Breaking the pattern¶

When a forager observes a resource, it breaks its “cover and explore” strategy and moves directly for the resource. Even multiple foragers move towards the same resource. They have no reason to coordinate who will get it because, as we stated above, there is no incentive for competition, so no need to negotiate. If another forager gets there first, everyone benefits. The foragers learn to prioritize collecting the resources over keeping their distance from each other.

Video showing how the foragers move towards resources.

The foragers move towards resources to forage, even when there are other foragers nearby.¶

Tip

We should expect to see both of these strategies occuring at the same time within a simulation because while some agents are “covering and exploring”, others are moving towards resources.

Introducing Hunters¶

So far, we have seen intelligent behaviors emerge in both single- and multi-forager scenarios; we even saw the emergence of collaborative behavior.

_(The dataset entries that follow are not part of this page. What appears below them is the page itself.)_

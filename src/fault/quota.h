/* A limit on what several threads hold at once: who would go past it waits until others have given
 * back. Order and results of work must not depend on who waits. */
#ifndef FW_QUOTA_H
#define FW_QUOTA_H

#include "fault/fault.h"

#include <stddef.h>

typedef struct fw_quota fw_quota;

/* Free with fw_quota_free, when nobody holds anything. */
fw_status fw_quota_create(size_t limit, fw_quota **out, fw_fault *fault);
void fw_quota_free(fw_quota *quota); /* NULL is allowed */

/* Returns once `bytes` fit, or nobody else holds anything: a single holder may go past the limit.
 * A thread that holds some must not take more. */
void fw_quota_take(fw_quota *quota, size_t bytes);
void fw_quota_give(fw_quota *quota, size_t bytes);

#endif
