/* What holds what: onset, adrift, healing, debt at its limit, gaps, border, cavities. */
#include "check/flood.h"
#include "check/stage.h"

/* A block on the plate with an island beside it that starts in layer 5. */
static stage with_island(int joins_in)
{
    stage s = stage_new(60, 40, 12);
    stage_box(&s, 5, 5, 0, 25, 25, 12, 255);
    stage_box(&s, 30, 5, 5, 40, 25, 12, 255);
    if (joins_in > 0)
        stage_box(&s, 25, 5, joins_in, 30, 25, 12, 255);
    return s;
}

static void island_starts_with_nothing(void **state)
{
    (void)state;
    stage s = with_island(0);
    fw_report report = stage_judge(&s);
    const fw_finding *onset = finding_of(&report, FW_ONSET);
    const fw_finding *adrift = finding_of(&report, FW_ADRIFT);
    assert_int_equal(report.layer[5].onset_px, 200);
    assert_int_equal(report.layer[6].onset_px, 0);
    assert_int_equal(report.layer[11].adrift_px, 200);
    assert_int_equal(onset->severity, FW_FAIL);
    assert_int_equal(onset->layer, 5);
    assert_int_equal(adrift->severity, FW_FAIL);
    assert_int_equal(adrift->layer, 7); /* its first two layers belong to the onset */
    assert_int_equal(report.verdict, FW_FAILED);
    assert_int_equal(report.part_count, 2);
    fw_report_free(&report);
    stage_free(&s);
}

/* heal_layers 1: joining in the next layer is a note, one later a failure. */
static void healing_has_a_limit(void **state)
{
    (void)state;
    for (int late = 0; late < 2; late++) {
        stage s = with_island(6 + late);
        fw_report report = stage_judge(&s);
        assert_int_equal(finding_of(&report, FW_ONSET)->severity, late ? FW_FAIL : FW_NOTE);
        assert_int_equal(report.layer[5].onset_px, 200);
        assert_int_equal(report.layer[5].adrift_px, 200);
        assert_int_equal(report.layer[6].adrift_px, late ? 200 : 0);
        assert_int_equal(report.layer[8].adrift_px, 0);
        fw_report_free(&report);
        stage_free(&s);
    }
}

/* Two pixels cannot hold a tip of 0.3 mm. */
static void small_onset_is_a_warning(void **state)
{
    (void)state;
    stage s = stage_new(30, 30, 8);
    stage_box(&s, 2, 2, 0, 12, 12, 8, 255);
    stage_box(&s, 20, 20, 4, 22, 21, 8, 255);
    fw_report report = stage_judge(&s);
    assert_int_equal(finding_of(&report, FW_ONSET)->severity, FW_WARN);
    assert_null(finding_of(&report, FW_ADRIFT));
    assert_int_equal(report.layer[7].adrift_px, 2);
    fw_report_free(&report);
    stage_free(&s);
}

/* A ledge of 15 pixels of 0.1 mm reaches 1.5 mm, which is allowed; 16 do not. */
static void ledge_at_the_limit(void **state)
{
    (void)state;
    for (int beyond = 0; beyond < 2; beyond++) {
        stage s = stage_new(60, 20, 6);
        stage_box(&s, 5, 5, 0, 20, 15, 6, 255);
        stage_box(&s, 20, 5, 4, 35 + beyond, 15, 6, 255);
        fw_report report = stage_judge(&s);
        assert_int_equal(report.layer[4].overreach_px, beyond ? 10 : 0);
        assert_int_equal(finding_of(&report, FW_OVERREACH) != NULL, beyond);
        assert_int_equal(report.layer[5].overreach_px,
                         0); /* a wall pays one pixel back at 45 deg */
        fw_report_free(&report);
        stage_free(&s);
    }
}

/* A wall at the self-supporting angle never runs up a debt. */
static void slope_at_the_angle(void **state)
{
    (void)state;
    stage s = stage_new(80, 20, 40);
    for (int n = 0; n < 40; n++)
        stage_box(&s, 5, 5, n, 20 + n, 15, n + 1, 255);
    fw_report report = stage_judge(&s);
    for (int n = 0; n < 40; n++)
        assert_int_equal(report.layer[n].overreach_px, 0);
    fw_report_free(&report);
    stage_free(&s);
}

static void gap_and_border(void **state)
{
    (void)state;
    stage s = stage_new(30, 30, 10);
    stage_box(&s, 0, 5, 0, 12, 15, 4, 255);
    stage_box(&s, 3, 5, 6, 12, 15, 10, 255);
    fw_report report = stage_judge(&s);
    const fw_finding *gap = finding_of(&report, FW_GAP_LAYER);
    assert_int_equal(gap->layer, 4);
    assert_int_equal(gap->severity, FW_FAIL);
    assert_int_equal(finding_of(&report, FW_BORDER_SOLID)->severity, FW_WARN);
    assert_int_equal(finding_of(&report, FW_BORDER_SOLID)->last_layer, 3);
    fw_report_free(&report);
    stage_free(&s);
}

/* A cup: its hole is closed toward the plate, so it sucks; a lid in layer 8 encloses it. */
static void cup_and_lid(void **state)
{
    (void)state;
    for (int lid = 0; lid < 2; lid++) {
        stage s = stage_new(40, 40, 10);
        stage_box(&s, 5, 5, 0, 35, 35, 10, 255);
        stage_box(&s, 10, 10, 3, 30, 30, lid ? 8 : 10, 0);
        fw_report report = stage_judge(&s);
        assert_true(fabs(report.layer[3].blind_cavity_mm2 - 4.0) < 1e-9);
        assert_true(report.layer[2].blind_cavity_mm2 == 0);
        assert_int_equal(finding_of(&report, FW_BLIND_CAVITY)->count, lid ? 5 : 7);
        const fw_finding *enclosed = finding_of(&report, FW_ENCLOSED_RESIN);
        assert_int_equal(enclosed != NULL, lid);
        if (lid)
            assert_int_equal(enclosed->pixels, 5 * 400);
        fw_report_free(&report);
        stage_free(&s);
    }
}

/* The same hole with a slot to the outside in one layer is open to the vat from there on. */
static void vented_cup(void **state)
{
    (void)state;
    stage s = stage_new(40, 40, 10);
    stage_box(&s, 5, 5, 0, 35, 35, 10, 255);
    stage_box(&s, 10, 10, 3, 30, 30, 10, 0);
    stage_box(&s, 0, 18, 5, 10, 22, 6, 0);
    fw_report report = stage_judge(&s);
    assert_true(report.layer[4].blind_cavity_mm2 > 3.9);
    assert_true(report.layer[5].blind_cavity_mm2 == 0);
    assert_true(report.layer[9].blind_cavity_mm2 == 0);
    fw_report_free(&report);
    stage_free(&s);
}

static void without_cards_it_is_incomplete(void **state)
{
    (void)state;
    stage s = with_island(0);
    s.job.has_resin = s.job.has_machine = false;
    fw_report report = stage_judge(&s);
    assert_int_equal(report.verdict, FW_INCOMPLETE);
    assert_int_equal(report.layer[5].onset_px, 200);
    assert_true(isnan(report.layer[5].peel_N));
    fw_report_free(&report);
    stage_free(&s);
}

static int findings_of(const fw_report *report, fw_kind kind)
{
    int count = 0;
    for (size_t i = 0; i < report->findings.count; i++)
        count += report->findings.item[i].kind == kind;
    return count;
}

/* How late an island may join for each setting: heal_layers 0 forgives nothing. */
static void heal_layers_count(void **state)
{
    (void)state;
    for (int heal = 0; heal <= 3; heal++) {
        for (int late = 1; late <= 4; late++) {
            stage s = with_island(5 + late);
            s.job.heal_layers = heal;
            fw_report report = stage_judge(&s);
            assert_int_equal(finding_of(&report, FW_ONSET)->severity,
                             late <= heal ? FW_NOTE : FW_FAIL);
            assert_int_equal(finding_of(&report, FW_ADRIFT) != NULL, late > heal + 1);
            fw_report_free(&report);
            stage_free(&s);
        }
    }
}

/* A region that only touches the shadow of the layer before begins anew: it must share a pixel. */
static void sharing_one_pixel_is_enough(void **state)
{
    (void)state;
    for (int shared = 0; shared < 2; shared++) {
        stage s = stage_new(40, 20, 6);
        stage_box(&s, 5, 5, 0, 10, 15, 3, 255);
        stage_box(&s, 10 - shared, 5, 3, 15, 6, 6, 255);
        fw_report report = stage_judge(&s);
        assert_int_equal(report.layer[3].onset_px, shared ? 0 : 5);
        assert_int_equal(report.layer[5].adrift_px, shared ? 0 : 5);
        assert_int_equal(findings_of(&report, FW_ONSET), !shared);
        fw_report_free(&report);
        stage_free(&s);
    }
}

/* In a layer solid joins through edges: a corner alone does not hold an island. */
static void a_corner_does_not_hold(void **state)
{
    (void)state;
    stage s = stage_new(40, 30, 4);
    stage_box(&s, 5, 5, 0, 15, 15, 4, 255);
    stage_box(&s, 15, 15, 2, 25, 25, 4, 255);
    fw_report report = stage_judge(&s);
    assert_int_equal(report.layer[2].onset_px, 100);
    assert_int_equal(report.layer[3].adrift_px, 100);
    fw_report_free(&report);
    stage_free(&s);
}

/* Islands that grow together later were one cause from the start. */
static void onsets_of_one_body_are_one_finding(void **state)
{
    (void)state;
    for (int join = 0; join < 2; join++) {
        stage s = stage_new(60, 30, 10);
        stage_box(&s, 2, 2, 0, 8, 8, 10, 255);
        stage_box(&s, 15, 5, 3, 25, 15, 10, 255);
        stage_box(&s, 35, 5, 4, 45, 15, 10, 255);
        if (join)
            stage_box(&s, 25, 5, 8, 35, 15, 10, 255);
        fw_report report = stage_judge(&s);
        const fw_finding *onset = finding_of(&report, FW_ONSET);
        assert_int_equal(findings_of(&report, FW_ONSET), join ? 1 : 2);
        assert_int_equal(findings_of(&report, FW_ADRIFT), join ? 1 : 2);
        assert_int_equal(onset->count, join ? 2 : 1);
        assert_int_equal(onset->layer, 3);
        assert_int_equal(onset->last_layer, join ? 4 : 3);
        assert_int_equal(report.part_count, join ? 2 : 3);
        fw_report_free(&report);
        stage_free(&s);
    }
}

/* A bridge is reached from both ends: 30 pixels at a reach of 15, not 31. */
static void bridge_at_the_limit(void **state)
{
    (void)state;
    for (int beyond = 0; beyond < 2; beyond++) {
        stage s = stage_new(70, 20, 6);
        stage_box(&s, 5, 5, 0, 15, 15, 6, 255);
        stage_box(&s, 45 + beyond, 5, 0, 55, 15, 6, 255);
        stage_box(&s, 15, 5, 4, 45 + beyond, 15, 6, 255);
        fw_report report = stage_judge(&s);
        assert_int_equal(report.layer[4].overreach_px, beyond ? 10 : 0);
        fw_report_free(&report);
        stage_free(&s);
    }
}

/* A slope of 2 pixels a layer at 45 degrees (1 a layer) runs up 1 pixel of debt a layer: it reaches
 * reach / (1 - tan alpha / tan theta) = 2 reach before it needs a post, alpha from the plate. */
static void slope_flatter_than_the_angle(void **state)
{
    (void)state;
    stage s = stage_new(90, 20, 30);
    s.job.resin.reach_mm = 1.55; /* between 15 and 16 pixels, so that round-off does not decide */
    for (int n = 0; n < 30; n++)
        stage_box(&s, 5, 5, n, 15 + 2 * n, 15, n + 1, 255);
    fw_report report = stage_judge(&s);
    /* debt at the edge: 2 pixels in layer 1, one more in each: 16 in layer 15 */
    for (int n = 0; n < 15; n++)
        assert_int_equal(report.layer[n].overreach_px, 0);
    assert_int_equal(report.layer[15].overreach_px, 10);
    assert_int_equal(finding_of(&report, FW_OVERREACH)->layer, 15);
    assert_int_equal(finding_of(&report, FW_OVERREACH)->severity, FW_FAIL);
    fw_report_free(&report);
    stage_free(&s);
}

/* Empty layers before the first and after the last are no gap; posts across one do not bridge it.
 */
static void gaps_are_between(void **state)
{
    (void)state;
    stage s = stage_new(40, 30, 20);
    s.job.has_machine = false;
    stage_post(&s, 2.0, 1.5, 12, true);
    stage_box(&s, 10, 5, 4, 30, 8, 9, 255); /* part, away from the post */
    stage_box(&s, 10, 5, 12, 30, 25, 16,
              255); /* over the post's tip, after 3 layers of post alone */
    fw_report report = stage_judge(&s);
    const fw_finding *gap = finding_of(&report, FW_GAP_LAYER);
    assert_int_equal(findings_of(&report, FW_GAP_LAYER), 1);
    assert_int_equal(gap->layer, 9);
    assert_true(gap->badness == 3);
    fw_report_free(&report);
    stage_free(&s);
}

/* The last column is the border, the last but one is not. */
static void border_is_the_last_pixel(void **state)
{
    (void)state;
    for (int side = 0; side < 4; side++) {
        for (int off = 0; off < 2; off++) {
            stage s = stage_new(30, 20, 2);
            const int x0 = side == 0 ? off : 10, x1 = side == 1 ? 30 - off : 20;
            const int y0 = side == 2 ? off : 5, y1 = side == 3 ? 20 - off : 15;
            stage_box(&s, x0, y0, 0, x1, y1, 2, 255);
            fw_report report = stage_judge(&s);
            assert_int_equal(findings_of(&report, FW_BORDER_SOLID), !off);
            fw_report_free(&report);
            stage_free(&s);
        }
    }
}

/* Onset pixels of a layer by the definition: regions without a pixel over the layer before. */
static int64_t onset_by_flood(const stage *s, int n)
{
    const int size = s->width * s->height;
    uint8_t *mark = flood_marks(s);
    stage one = *s; /* layer n alone */
    one.layers = 1;
    one.grey = s->grey + (size_t)n * (size_t)size;
    for (int i = 0; i < size; i++)
        mark[i] = s->grey[n * size + i] >= 128 && s->grey[(n - 1) * size + i] >= 128;
    flood(&one, true, 4, 0, mark);
    const int count = unmarked(&one, true, 0, mark);
    free(mark);
    return count;
}

/* Random stacks, layer by layer, against a flood from the plate through layers 0 .. n. */
static void random_stacks_against_a_flood(void **state)
{
    (void)state;
    int onsets = 0, adrift = 0;
    for (uint64_t run = 1; run <= 40; run++) {
        stage s = stage_new(13, 11, 7);
        s.job.has_machine = s.job.has_resin = false;
        s.batch = (int32_t)(run % 5) + 1;
        stage_noise(&s, run * 104729, 0.2 + 0.01 * (double)run);
        fw_report report = stage_judge(&s);
        for (int top = 0; top < 7; top++) {
            uint8_t *mark = flood_marks(&s);
            for (int i = 0; i < 13 * 11; i++)
                mark[i] = s.grey[i] >= 128;
            flood(&s, true, 4, top, mark);
            assert_int_equal(report.layer[top].adrift_px, unmarked(&s, true, top, mark));
            assert_int_equal(report.layer[top].onset_px, top > 0 ? onset_by_flood(&s, top) : 0);
            onsets += report.layer[top].onset_px > 0;
            adrift += report.layer[top].adrift_px > 0;
            free(mark);
        }
        fw_report_free(&report);
        stage_free(&s);
    }
    assert_true(onsets > 100 && adrift > 100);
}

int main(void)
{
    const struct CMUnitTest tests[] = {cmocka_unit_test(island_starts_with_nothing),
                                       cmocka_unit_test(healing_has_a_limit),
                                       cmocka_unit_test(heal_layers_count),
                                       cmocka_unit_test(small_onset_is_a_warning),
                                       cmocka_unit_test(sharing_one_pixel_is_enough),
                                       cmocka_unit_test(a_corner_does_not_hold),
                                       cmocka_unit_test(onsets_of_one_body_are_one_finding),
                                       cmocka_unit_test(ledge_at_the_limit),
                                       cmocka_unit_test(bridge_at_the_limit),
                                       cmocka_unit_test(slope_at_the_angle),
                                       cmocka_unit_test(slope_flatter_than_the_angle),
                                       cmocka_unit_test(gap_and_border),
                                       cmocka_unit_test(gaps_are_between),
                                       cmocka_unit_test(border_is_the_last_pixel),
                                       cmocka_unit_test(cup_and_lid),
                                       cmocka_unit_test(vented_cup),
                                       cmocka_unit_test(random_stacks_against_a_flood),
                                       cmocka_unit_test(without_cards_it_is_incomplete)};
    return cmocka_run_group_tests(tests, NULL, NULL);
}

In the following experiments, we explore competitive emergence by introducing hunters into the simulation. Like foragers, hunters can move up to one square away and observe other agents and map edges up to three squares away. Hunters, however, are more effective killers and can attack a forager up to two squares away. They are rewarded for successful kills, they are and penalized for bad moves and for taking too long, exactly the same way as foragers.

However, the hunters and foragers have completely different objectives: a forager tries to clear the map of all resources, but a hunter tries to clear the map of all foragers. Therefore, we set up two policies. All the hunters will train the same policy, and all the foragers will train the same policy, and these policies will be distinct.

The learned behaviors among the two groups in this mixed collaborate-competitive simulation are tightly integrated, with multiple strategies appearing at the same time within a simulation. Therefore, in contrast to above, we will not show video clips that capture a single strategy; instead, we will show video clips that capture multiple strategies and attempt to describe them in detail.

First Scenario¶

Two of the foragers spawn next to hunters and are killed immediately. Afterwards, the two hunters on the left do not observe any foragers for some time. They seem to have learned the cover strategy by spreading out, but they don’t seem to have learned an effecient explore strategy since they mostly occupy the same region of the map for the duration of the simulation.

Three foragers remain at the bottom of the map. These foragers work together to collect all nearby resources. Just as they finish the resource cluster, a hunter moves within range and begins to chase them towards the bottom of the map. When they hit the edge, they split in two directions. The hunter kills one of them and then waits for one step, unsure about which forager to persue next. After one step, we see that it decides to persue the forager to the right.

Meanwhile, the forager to the left continues to run away, straight into the path of another hunter but also another resource. The forager could get away by running to the right, but it decides to collect the resource at the cost of its own life.

The last remaining forager has escaped the hunter and has conveniently found another cluster of resources, which it collects. A few frames later, it encounters the same hunter, and this time it is chased all the way across the map. It manages to evade the hunter and collect one final resource before encountering yet another hunter. At the end, we see both hunters chasing the forager to the top of the map, boxing it in and killing it.

Second scenario¶

None of the foragers are under threat at the beginning of this scenario. They clear a cluster of resources before one of them wanders into the path of a hunter. The hunter gives chase, and the forager actually leads the hunter back to the group. This works to its benefit, however, as the hunter is repeatedly confused by the foragers exercising the splitting strategy. Meanwhile the second hunter has spotted a forager and joins the hunt. The two hunters together are able to split up the pack of foragers and systematically hunt them down. The last forager is chased into the corner and killed.

Note

Humorously, the first forager that was spotted is the one who manages to stay alive the longest.